Neural Architecture Search (NAS) has demonstrated its efficacy in computer vision and potential for ranking systems. However, prior work focused on academic problems, which are evaluated at small scale under well-controlled fixed baselines. In industry system, such as ranking system in Meta, it is unclear whether NAS algorithms from the literature can outperform production baselines because of: (1) scale - Meta ranking systems serve billions of users, (2) strong baselines - the baselines are production models optimized by hundreds to thousands of world-class engineers for years since the rise of deep learning, (3) dynamic baselines - engineers may have established new and stronger baselines during NAS search, and (4) efficiency - the search pipeline must yield results quickly in alignment with the productionization life cycle. In this paper, we present Rankitect, a NAS software framework for ranking systems at Meta. Rankitect seeks to build brand new architectures by composing low level building blocks from scratch.

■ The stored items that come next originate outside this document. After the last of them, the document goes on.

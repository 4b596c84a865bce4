import { BigFloat } from '../numbers/big-float';
import { bitLength } from '../numbers/bit-length';
import { FixedTables } from './fixed-tables';
import { oddSeries } from './odd-series';

/**
 * ln x for finite x > 0, with relative error below 2^−bits; ln 1 = +0 exactly.
 *
 * x = f · 2^k with f ∈ [1/√2, √2). Then ln x = k ln 2 + ln(1 + j/64) + ln(1 + u)
 * with the table entry nearest f and |u| ≤ 1/128, the last as 2 atanh(u/(2+u)).
 * When k ≠ 0 the result is ≥ 0.34 in magnitude and when j ≠ 0 it is ≥ 2^−8, so
 * absolute fixed-point error at F = bits + 24 is relative error below 2^−bits.
 * When k = 0 and j = 0, x − 1 is formed exactly and the series is summed relative
 * to it, so ln(1 + 1e−300) keeps its full precision.
 */
export function realLog(x: BigFloat, bits: number): BigFloat {
  if (x.m === 1n && x.e === 0 && !x.neg) return BigFloat.ZERO;
  const F = FixedTables.levelFor(bits);
  const T = FixedTables.at(F);
  const b = bitLength(x.m);
  let k = x.e + b;
  const lead = Number(x.m >> BigInt(Math.max(0, b - 53))) / 2 ** Math.min(b, 53);
  let f = lead;
  if (lead < Math.SQRT1_2) {
    k -= 1;
    f = 2 * lead;
  }
  const j = Math.round((f - 1) * 64);
  if (k === 0 && j === 0) {
    const u = x.sub(BigFloat.ONE);
    const t = u.div(u.add(BigFloat.fromBigInt(2n)), F);
    const t2 = t.mul(t).toFixed(F);
    return t.mul(BigFloat.fromBigInt(oddSeries(t2, F, T, false), 1 - F)).truncate(F);
  }
  const X = BigFloat.of(false, x.m, -b + (f === lead ? 0 : 1)).toFixed(F);
  const c = BigInt(64 + j);
  const U = (64n * X - c * T.one) / c;
  const t = (U << BigInt(F)) / (2n * T.one + U);
  const series = (t * oddSeries((t * t) >> BigInt(F), F, T, false)) >> BigInt(F - 1);
  let sum = (T.logTable[j + 32] as bigint) + series;
  if (k !== 0) sum += (BigInt(k) * FixedTables.ln2(F + 64)) >> 64n;
  return BigFloat.fromBigInt(sum, -F);
}
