import type { ComponentProps } from 'react';
import { Text as SvgText } from 'react-native-svg';
import { theme } from '../../constants/theme';

/**
 * Text inside a chart, in the app's own font: an SVG text element without a family falls back
 * to the browser's default, a serif unlike every other word of the app. Size 11 and the faint
 * ink unless told otherwise.
 */
export function ChartText({ fontSize = 11, fill = theme.color.inkSoft, ...rest }: ComponentProps<typeof SvgText>) {
  return <SvgText fontFamily={theme.font.regular} fontSize={fontSize} fill={fill} {...rest} />;
}
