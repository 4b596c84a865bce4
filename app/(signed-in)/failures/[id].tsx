import { useLocalSearchParams } from 'expo-router';
import { CaseDetail } from '../../../components/failures/case-detail';
import { ScreenBody } from '../../../components/ui/screen-body';

export default function FailureCaseScreen() {
  const { id } = useLocalSearchParams<{ id: string }>();
  return (
    <ScreenBody title={`Failure #${id}`}>
      <CaseDetail id={String(id)} />
    </ScreenBody>
  );
}
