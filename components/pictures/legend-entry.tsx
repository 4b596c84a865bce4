import type { ReactNode } from 'react';
import { StyleSheet, View } from 'react-native';
import Svg from 'react-native-svg';
import { theme } from '../../constants/theme';
import { SkText } from '../ui/sk-text';

/** A legend entry whose swatch (the SVG children) is drawn with the same shape as in the picture, so the legend never relies on colour alone. */
export function LegendEntry({ text, children }: { text: string; children: ReactNode }) {
  return (
    <View style={styles.item}>
      <Svg width={18} height={16}>
        {children}
      </Svg>
      <SkText variant="caption">{text}</SkText>
    </View>
  );
}

const styles = StyleSheet.create({
  item: { flexDirection: 'row', alignItems: 'center', gap: theme.space(1) },
});
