import { BigFloat } from '../numbers/big-float';
import { FixedTables } from './fixed-tables';
import { oddSeries } from './odd-series';

/**
 * atan2(y, x) for finite y, x with relative error below 2^−bits, following the
 * IEEE 754 / ISO C 7.12.4.4 rules for zeros: atan2(±0, +0 or x > 0) = ±0,
 * atan2(±0, −0 or x < 0) = ±π, atan2(y ≠ 0, ±0) = ±π/2.
 *
 * With t = min(|x|,|y|)/max(|x|,|y|) ≤ 1, atan t = atan(j/64) + atan((t − c)/(1 + tc))
 * with c = j/64; the result is atan t, π − atan t, or π/2 ∓ atan t. Only the first can
 * be small, and it is computed relative to t, so no case loses precision.
 */
export function realAtan2(y: BigFloat, x: BigFloat, bits: number): BigFloat {
  const F = FixedTables.levelFor(bits);
  const negY = y.signbit();
  if (y.isZero()) {
    if (!x.signbit()) return y;
    return BigFloat.fromBigInt(FixedTables.pi(F), -F).withSign(negY);
  }
  if (x.isZero()) return BigFloat.fromBigInt(FixedTables.pi(F + 1) >> 2n, -F).withSign(negY);
  const T = FixedTables.at(F);
  const ay = y.abs();
  const ax = x.abs();
  if (ay.compareAbs(ax) <= 0) {
    const a = atanUnit(ay.div(ax, F), F, T);
    if (!x.signbit()) return a.withSign(negY);
    return BigFloat.fromBigInt(FixedTables.pi(F) - a.toFixed(F), -F).withSign(negY);
  }
  const A = atanUnit(ax.div(ay, F), F, T).toFixed(F);
  const halfPi = FixedTables.pi(F + 1) >> 2n;
  return BigFloat.fromBigInt(x.signbit() ? halfPi + A : halfPi - A, -F).withSign(negY);
}

/** atan t for 0 < t ≤ 1 (relative error below 2^−(F−24)). */
function atanUnit(t: BigFloat, F: number, T: FixedTables): BigFloat {
  const shift = BigInt(F);
  const Tt = t.toFixed(F);
  const j = Math.round(Number(Tt >> BigInt(F - 20)) / 2 ** 14);
  if (j === 0) {
    const W = t.mul(t).toFixed(F);
    return t.mul(BigFloat.fromBigInt(oddSeries(W, F, T, true), -F)).truncate(F);
  }
  const C = BigInt(j) << BigInt(F - 6);
  const D = ((Tt - C) << shift) / (T.one + ((Tt * C) >> shift));
  const A = (T.atanTable[j] as bigint) + ((D * oddSeries((D * D) >> shift, F, T, true)) >> shift);
  return BigFloat.fromBigInt(A, -F);
}
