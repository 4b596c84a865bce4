import { execFileSync } from 'node:child_process';
import { createHash } from 'node:crypto';
import { cpSync, mkdtempSync, readFileSync, rmSync } from 'node:fs';
import http from 'node:http';
import type { AddressInfo } from 'node:net';
import os from 'node:os';
import path from 'node:path';

/** How the fake registry answers: the package, a 404 for everything, or a tarball cut off halfway. */
export type RegistryMode = 'serve' | 'not-found' | 'die-mid-tarball';

export interface FakeNpmRegistry {
  url: string;
  /** The paths asked for, in order (a cached install asks for none). */
  requests: string[];
  mode: RegistryMode;
  /** The packed tarball it serves, for tests that install it as a local .tgz too. */
  tarball: string;
  close(): Promise<void>;
}

/**
 * A registry of one package version on 127.0.0.1, enough for `npm install`: the packument (the
 * version's package.json with `dist.tarball` and `dist.integrity`) and the tarball, packed as
 * `npm pack` lays it out (everything under `package/`) from the copy installed in this project's
 * node_modules (the real release, e.g. node_modules/complex.js-2.3.0). Tests never reach the real
 * registry; point npm here with `npm_config_registry`.
 */
export async function fakeNpmRegistry(installedFolder: string): Promise<FakeNpmRegistry> {
  const work = mkdtempSync(path.join(os.tmpdir(), 'sheetkeeper-registry-'));
  cpSync(installedFolder, path.join(work, 'package'), { recursive: true });
  const manifest = JSON.parse(readFileSync(path.join(work, 'package', 'package.json'), 'utf8')) as {
    name: string;
    version: string;
  };
  const tarball = path.join(work, `${manifest.name}-${manifest.version}.tgz`);
  execFileSync('tar', ['-czf', tarball, '-C', work, 'package']);
  const bytes = readFileSync(tarball);
  const integrity = `sha512-${createHash('sha512').update(bytes).digest('base64')}`;
  const shasum = createHash('sha1').update(bytes).digest('hex');
  const tarballPath = `/${manifest.name}/-/${path.basename(tarball)}`;
  const registry: FakeNpmRegistry = {
    url: '',
    requests: [],
    mode: 'serve',
    tarball,
    close: async () => {
      await new Promise<void>((resolve) => server.close(() => resolve()));
      rmSync(work, { recursive: true, force: true });
    },
  };
  const server = http.createServer((req, res) => {
    const url = decodeURIComponent(req.url ?? '');
    registry.requests.push(url);
    if (registry.mode === 'not-found') {
      res.writeHead(404, { 'content-type': 'application/json' }).end('{"error":"Not found"}');
    } else if (url === `/${manifest.name}`) {
      const version = { ...manifest, dist: { tarball: `${registry.url}${tarballPath}`, integrity, shasum } };
      res.writeHead(200, { 'content-type': 'application/json' }).end(
        JSON.stringify({
          name: manifest.name,
          'dist-tags': { latest: manifest.version },
          versions: { [manifest.version]: version },
        }),
      );
    } else if (url === tarballPath) {
      res.writeHead(200, { 'content-type': 'application/octet-stream', 'content-length': bytes.length });
      if (registry.mode === 'die-mid-tarball') {
        res.write(bytes.subarray(0, bytes.length >> 1));
        // The connection dies with half the promised bytes sent.
        setTimeout(() => res.socket?.destroy(), 20);
      } else res.end(bytes);
    } else {
      res.writeHead(404, { 'content-type': 'application/json' }).end('{"error":"Not found"}');
    }
  });
  await new Promise<void>((resolve) => server.listen(0, '127.0.0.1', resolve));
  registry.url = `http://127.0.0.1:${(server.address() as AddressInfo).port}`;
  return registry;
}
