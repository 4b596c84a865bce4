import type { Convention } from '../../../shared/schemas/convention-schema';
import { OP_ARITY } from '../../../harness/adapters/op-arity';
import type { ComplexPair } from '../../../harness/adapters/complex-pair';
import type { Target } from '../../../harness/adapters/target';
import { functionTarget } from './function-target';
import { referenceCall } from './reference-call';

/** Every operation a library target may offer: the catalogue's functions and the arithmetic. */
const REFERENCE_OPS = Object.keys(OP_ARITY);

/**
 * The reference engine as a target, with `replace` overriding some operations to make a
 * mutant (a deliberately wrong library). The replacements get the reference call too.
 */
export function referenceTarget(
  convention: Convention,
  replace: Record<
    string,
    (args: ComplexPair[], reference: (op: string, args: ComplexPair[]) => ComplexPair) => ComplexPair
  > = {},
  name = `reference/${convention}`,
): Target {
  const reference = (op: string, args: ComplexPair[]) => referenceCall(op, args, convention);
  return functionTarget(name, REFERENCE_OPS, (op, args) =>
    replace[op] ? replace[op]!(args, reference) : reference(op, args),
  );
}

Rankitect implements and improves state-of-the-art (SOTA) NAS methods for comprehensive and fair comparison under the same search space, including sampling-based NAS, one-shot NAS, and Differentiable NAS (DNAS). We evaluate Rankitect by comparing to multiple production ranking models at Meta. We find that Rankitect can discover new models from scratch achieving competitive tradeoff between Normalized Entropy loss and FLOPs. When utilizing search space designed by engineers, Rankitect can generate better models than engineers, achieving positive offline evaluation and online A/B test at Meta scale.